The death toll now shows 14 Australians dead, 113 injured and 220 missing.
"The word terrorism is too antiseptic an expression to describe what happened," the Prime Minister, John Howard, told Parliament yesterday.
"What happened was barbaric, brutal mass murder with no justification."
Earlier yesterday, Mr Howard said the bombing appeared to be part of a pattern of terrorist actions in recent times, citing the October 6 attack on the French supertanker Limburg.
He announced a series of measures, following a meeting of the National Security Committee, aimed at increasing Australia's preparedness in the light of the heightened terrorist threat.
Australia's already contentious anti-terrorism laws will be further reviewed, as will the country's broader security arrangements.
The Foreign Minister, Alexander Downer, and the Justice Minister, Chris Ellison, flew to Indonesia last night to liaise with their Indonesian counterparts as the hunt for those responsible for the bomb blast continues.
They will soon be joined by the Australian Federal Police Commissioner, Mick Keelty, and the head of ASIO, Dennis Richardson, who will lead the Australian component of the investigative team.
The attack has underlined Australia's vulnerability to terrorist attacks on its own shores and spawned deep public concern that the country's strong support for the United States' policies on terrorism and Iraq has made it a terrorist target.
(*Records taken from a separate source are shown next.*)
@dataclass
class SimulatedAnimal:
    """A stand-in animal with its own learning, responses and lapses.

    task: ``"lick"`` (go/no-go style: respond = lick in the anticipation window) or
    ``"choice"`` (two ports; ``sides`` maps each cue to its correct side).
    alpha: its learning rate; beta, threshold: response steepness and value threshold;
    lick_cost: the value an unrewarded lick teaches (effort, timeout), so false alarms fade;
    in choice tasks a wrong choice teaches it only when the rig punishes it (below), else 0;
    lapse: probability of a random response; bias: preference for the right side in
    choice tasks (log-odds); engagement: trials of a session before it starts to tire
    (then omissions grow), None for a tireless animal; the count restarts when a
    decision names a new session.

    fixed_p_respond: lick tasks: the probability of licking (at least once) on every
    trial it is engaged, whatever the cue and whatever it learns (lapse not added);
    None for a learning animal. Not used in choice tasks.
    cue_blind: it cannot tell the cues apart: lick tasks keep one value for all cues,
    choice tasks one value per side, so its choice ignores the cue.
    alpha_down: the learning rate when a value falls (outcome below it), None for
    ``alpha``: small for a slow reverser, large for a fast one.
    false_alarm_timeout_s: when set, the rig punishes a lick on a trial whose decision
    has reward_prob 0 (a false alarm) or a wrong choice with a timeout of this many
    seconds (``Outcome.punishment = "timeout"`` at the response latency), and the animal
    learns ``lick_cost`` from it.
    cues: the task's cues, each reported in the truth (``extra``) of every trial; empty
    for the cues it has met (choice tasks: those in ``sides``).
    """

    subject: str
    task: str = "lick"
    alpha: float = 0.15
    beta: float = 8.0
    threshold: float = 0.05
    lick_cost: float = -0.3
    lapse: float = 0.05
    bias: float = 0.0
    engagement: int | None = None
    harder: str = "higher"
    sides: Mapping[str, str] = field(default_factory=dict)
    cue_s: float = 1.0
    onset_s: float = 0.5
    seed: int = 0
    values: dict = field(default_factory=dict)
    fixed_p_respond: float | None = None
    cue_blind: bool = False
    alpha_down: float | None = None
    false_alarm_timeout_s: float | None = None
    cues: tuple[str, ...] = ()
    record_truth: bool = True  # False: events carry no truth in extra (as a real rig's; the benchmarks)

    def __post_init__(self):
        self._check()
        self.cues = tuple(self.cues)
        self._rng = np.random.default_rng(self.seed)
        self._n = 0  # trials in the current session
        self._session = None
        self.last_truth: tuple[str, dict[str, float]] = ("", {})  # (kind, cue -> p) of the last trial run
        self._parts: dict = {}  # cue -> its CuePresentation, (µL, s) -> Outcome: frozen values, reused
        self._keys: dict = {}  # cue -> its truth key in extra
        self._terms: dict = {}  # value key -> _lick_terms of its current value

    def _check(self) -> None:
        """Refuse parameters the animal cannot use, naming the field."""
        if self.task not in ("lick", "choice"):
            raise BadArgument("task", "'lick' or 'choice'", self.task)
        if self.fixed_p_respond is not None and not 0.0 <= self.fixed_p_respond <= 1.0:
            raise BadArgument("fixed_p_respond", "a probability in [0, 1] or None", self.fixed_p_respond)
        if self.alpha_down is not None and not 0.0 < self.alpha_down <= 1.0:
            raise BadArgument("alpha_down", "a learning rate in (0, 1] or None", self.alpha_down)
        if self.false_alarm_timeout_s is not None and not self.false_alarm_timeout_s >= 0.0:
            raise BadArgument("false_alarm_timeout_s", "a duration >= 0 s or None", self.false_alarm_timeout_s)
        if len(self.cues) > _MAX_CUES:
            raise BadArgument("cues", f"at most {_MAX_CUES} cues (the truth of each goes in a trial's extra map)",
                              len(self.cues))

    # -- values and learning --------------------------------------------------

    def _key(self, cue: str) -> str:
        """The value key a cue is learned under: the cue, or one key for a cue-blind animal."""
        return BLIND if self.cue_blind else cue

    def _learn(self, key, r: float) -> None:
        """One Rescorla–Wagner step toward ``r``, at ``alpha_down`` when the value falls."""
        v = self.values.get(key, 0.0)
        rate = self.alpha if self.alpha_down is None or r >= v else self.alpha_down
        self.values[key] = v + rate * (r - v)

    # -- response probabilities ------------------------------------------------

    def _lick_terms(self, cue: str) -> tuple[float, float, float, float]:
        """(value, P(it decides to lick), lick rate, P(at least one lick)) of ``cue`` now.

        Kept per value key while the value stays the same (a trial reads them for every cue
        and moves at most one value), computed exactly as written out in the methods below."""
        key = self._key(cue)
        v = self.values.get(key, 0.0)
        hit = self._terms.get(key)
        if hit is not None and hit[0] == v:
            return hit
        p = 1.0 / (1.0 + math.exp(-self.beta * (v - self.threshold)))
        drawn = self.lapse / 2 + (1 - self.lapse) * p
        rate = 1.0 + 4.0 * max(v, 0.0)
        if len(self._terms) > 4 * _MAX_CUES:
            self._terms.clear()  # bounded: cues come from the rule file, but a caller may pass any
        hit = self._terms[key] = (v, drawn, rate, drawn * (1.0 - math.exp(-rate)))
        return hit

    def _p_lick_drawn(self, cue: str) -> float:
        """P(it decides to lick) for a learning animal: logistic in value, with lapses."""
        return self._lick_terms(cue)[1]

    def _lick_rate(self, cue: str) -> float:
        """Mean of the Poisson lick count once it decides to lick (vigour grows with value)."""
        return self._lick_terms(cue)[2]

    def p_respond(self, cue: str) -> float:
        """P(at least one lick) to ``cue`` now, if engaged: the lick-task truth
        (``_p_lick_drawn(cue) * (1 - exp(-_lick_rate(cue)))``)."""
        if self.fixed_p_respond is not None:
            return float(self.fixed_p_respond)
        return self._lick_terms(cue)[3]

    def _perception(self, cue: str, difficulty: float | None) -> tuple[float, str | None]:
        """P(the cue is perceived as itself) and the cue it is mistaken for otherwise.

        A hard trial makes the cue harder to tell apart: perceived correctly with prob q,
        a Weibull psychometric function of the ease (threshold 0.2, slope 1.5)."""
        correct = self.sides.get(cue, "left")
        wrong = "right" if correct == "left" else "left"
        if difficulty is None:
            q = 1.0
        else:
            ease = max(float(difficulty) if self.harder == "lower" else 1.0 - float(difficulty), 0.0)
            q = 0.5 + 0.5 * (1.0 - math.exp(-((ease / 0.2) ** 1.5)))
        others = [c for c, s in self.sides.items() if s == wrong]
        return q, (others[0] if others else None)

    def _p_right_seen(self, perceived: str) -> float:
        """P(right) once ``perceived`` is what it saw: logistic in side values plus bias, with lapses."""
        key = self._key(perceived)
        qv = {s: self.values.get((key, s), 0.0) for s in SIDES}
        logit = self.beta * (qv["right"] - qv["left"]) + self.bias
        p_right = 1.0 / (1.0 + math.exp(-logit))
        return self.lapse / 2 + (1 - self.lapse) * p_right

    def p_right(self, cue: str, difficulty: float | None = None) -> float:
        """P(choosing right) when ``cue`` is shown at ``difficulty``, if engaged: the choice-task truth."""
        q, other = self._perception(cue, difficulty)
        if other is None:
            return self._p_right_seen(cue)
        return q * self._p_right_seen(cue) + (1.0 - q) * self._p_right_seen(other)

    def task_cues(self, cue: str | None = None) -> tuple[str, ...]:
        """The cues the truth reports: ``cues`` (or those met so far), plus ``cue``."""
        if self.cues:
            known = self.cues
        elif self.task == "choice":
            known = tuple(self.sides)
        else:
            known = tuple(sorted(k for k in self.values if isinstance(k, str) and k != BLIND))
        return known if cue is None or cue in known else (*known, cue)

    def truth(self, decision: Decision) -> dict[str, float]:
        """The true response probability to every cue on the trial ``decision`` asks for."""
        return self._extra_of(self.true_p(decision))

    def true_p(self, decision: Decision) -> dict[str, float]:
        """Cue -> its true p_respond (lick tasks) or p_right (choice tasks) on this trial."""
        cues = self.task_cues(decision.cue)
        if self.task == "choice":
            return {c: self.p_right(c, decision.difficulty) for c in cues}
        if self.fixed_p_respond is not None:
            return {c: self.p_respond(c) for c in cues}
        terms = self._lick_terms  # p_respond(c) without its call: the terms' last entry
        return {c: terms(c)[3] for c in cues}

    def _extra_of(self, p: Mapping[str, float]) -> dict[str, float]:
        """The truth as an event's extra keys (``true_p_respond[CUE]`` / ``true_p_right[CUE]``)."""
        keys = self._keys
        if len(keys) > 4 * _MAX_CUES:
            keys.clear()  # bounded: cues come from the rule file, but a caller may pass any
        form = TRUE_RIGHT if self.task == "choice" else TRUE_RESPOND
        out = {}
        for c, v in p.items():
            k = keys.get(c)
            if k is None:
                k = keys[c] = form.format(c)
            out[k] = v
        return out

    # -- responding -----------------------------------------------------------

    def _engaged(self) -> bool:
        if self.engagement is None or self._n <= self.engagement:
            return True
        tired = (self._n - self.engagement) / max(self.engagement, 1)
        return self._rng.random() > min(0.95, tired)

    def _respond_lick(self, cue: str) -> int:
        """The lick count on an engaged trial (0 = no response)."""
        if self.fixed_p_respond is not None:
            if self._rng.random() >= self.fixed_p_respond:
                return 0
            return 1 + int(self._rng.poisson(self._lick_rate(cue) - 1.0))
        _, drawn, rate, _ = self._lick_terms(cue)  # _p_lick_drawn(cue), _lick_rate(cue) in one lookup
        if not self._rng.random() < drawn:
            return 0
        return int(self._rng.poisson(rate))

    def _choose_side(self, cue: str, difficulty: float | None) -> str:
        q, other = self._perception(cue, difficulty)
        perceived = cue if (self._rng.random() < q or other is None) else other
        self._last_perceived = perceived
        return "right" if self._rng.random() < self._p_right_seen(perceived) else "left"

    def _punish(self, latency: float) -> Outcome:
        """The rig's timeout for a false alarm or a wrong choice."""
        return Outcome(punishment="timeout", punishment_time=latency, timeout_s=float(self.false_alarm_timeout_s))

    def _new_trial(self, decision: Decision) -> None:
        """Count the trial within its session (fatigue restarts with each session)."""
        if decision.session != self._session:
            self._session, self._n = decision.session, 0
        self._n += 1

    def trial(self, decision: Decision, rig: str, wall_time: float) -> TrialEvent:
        """Run the trial ``decision`` asks for and report it, with the animal's truth in ``extra``."""
        self._new_trial(decision)
        cue = decision.cue
        p = self.true_p(decision)  # before this trial's learning
        onset, offset = self.onset_s, self.onset_s + self.cue_s
        engaged = self._engaged()
        self.last_truth = ("choice" if self.task == "choice" else "lick", p)
        reward_ul, reward_time = 0.0, None
        latency = None
        punished = False
        if cue is None:
            cues = ()
            response = Response(kind="none")
        elif self.task == "choice":
            correct_side = self.sides.get(cue, "left")
            if not engaged:
                response = Response(kind="choice", value=None, result="omitted")
            else:
                side = self._choose_side(cue, decision.difficulty)
                latency = float(offset + 0.2 + self._rng.gamma(2.0, 0.15))
                ok = side == correct_side
                response = Response("choice", side, "correct" if ok else "incorrect", latency)
                if ok and decision.reward_armed:
                    reward_ul, reward_time = decision.reward_ul, latency
                punished = not ok and self.false_alarm_timeout_s is not None
                r = 1.0 if reward_ul > 0 else (self.lick_cost if punished else 0.0)
                self._learn((self._key(self._last_perceived), side), r)
            cues = self._shown(cue, onset, offset)
        else:
            go = decision.reward_prob > 0
            licks = self._respond_lick(cue) if engaged else 0
            licked = licks > 0
            if licked:
                latency = float(onset + 0.15 + self._rng.gamma(2.0, 0.1))
            if not engaged:
                result = "omitted"
            else:
                result = "correct" if licked == go else "incorrect"
            response = self._no_lick(result) if latency is None else Response("licks", float(licks), result, latency)
            if go and licked and decision.reward_armed:
                reward_ul, reward_time = decision.reward_ul, offset
            punished = licked and not go and self.false_alarm_timeout_s is not None
            if licked:  # it learns from what its licks bring
                r = 1.0 if reward_ul > 0 else self.lick_cost
                self._learn(self._key(cue), r)
            cues = self._shown(cue, onset, offset)
        outcome = self._punish(latency) if punished else self._paid(reward_ul, reward_time)
        extra = {}
        if self.record_truth:
            extra = self._extra_of(p)
            extra[TRUE_ENGAGED] = 1.0 if engaged else 0.0
        times = [offset + 1.0] + ([latency] if latency else []) + ([reward_time] if reward_time else [])
        # TrialEvent(...) of these checked parts, without its checks (equal: tests/test_simulate_animals.py)
        return TrialEvent._assembled(self.subject, rig, decision.session, decision.trial, cues, outcome, response,
                                     max(times), float(wall_time), extra)

    def _shown(self, cue: str, onset: float, offset: float) -> tuple[CuePresentation, ...]:
        """The trial's one cue presentation (a frozen value, built once per cue and times)."""
        key = (cue, onset, offset)
        got = self._parts.get(key)
        if got is None:
            got = self._parts[key] = (CuePresentation(cue, onset, offset),)
        return got

    def _no_lick(self, result: str) -> Response:
        """The response of a trial without a lick (a frozen value, one per result, reused)."""
        key = ("no lick", result)
        got = self._parts.get(key)
        if got is None:
            got = self._parts[key] = Response(kind="licks", value=0.0, result=result, latency=None)
        return got

    def _paid(self, reward_ul: float, reward_time: float | None) -> Outcome:
        """The trial's outcome without punishment (a frozen value, built once per volume and time)."""
        key = (reward_ul, reward_time)
        got = self._parts.get(key)
        if got is None:
            if len(self._parts) > 256:
                self._parts.clear()  # bounded: a staircase on the volume makes many
            got = self._parts[key] = Outcome(reward_ul=reward_ul, reward_time=reward_time)
        return got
In Indonesia, the Vice-President, Hamzah Haz, has softened his long-standing defence of one of the prime suspects, Abu Bakar Bashir.
After a crisis cabinet meeting, Mr Hamzah conceded the blast was "an act of terrorism", stressing that "no one who is involved in terrorism, ordinary people, government officials or ulama [Muslim religious leader] has impunity from the law".
This is the first time that Mr Hamzah has opened the way for Abu Bakar, 64, to be pursued.
Reports from police and security sources around the region continued to place Abu Bakar at the top of the list of suspects.
His Jemaah Islamiah group has regularly been identified as having links with al-Qaeda.
One report claims that authorities in Singapore believe there are now two al-Qaeda trained bomb making experts working in Indonesia with JI.
Intelligence sources in the region have also argued the attack appears to be carried out by Muslims because it took place in Hindu-dominated Bali, minimising the chances of killing Muslims.
The Indonesian Health Minister, Ahmed Suyudi, said the search for victims had ended. All the bodies that had been recovered were at Sanglah Hospital in Denpasar.
In Canberra, Federal Parliament passed a unanimous motion condemning the bombing.
During the debate, Mr Howard declared next Sunday a national day of mourning. The Opposition Leader, Simon Crean, said he feared last Saturday "will be our single blackest day since World War II" and called on the Government to host a regional summit to devise strategies against terrorism.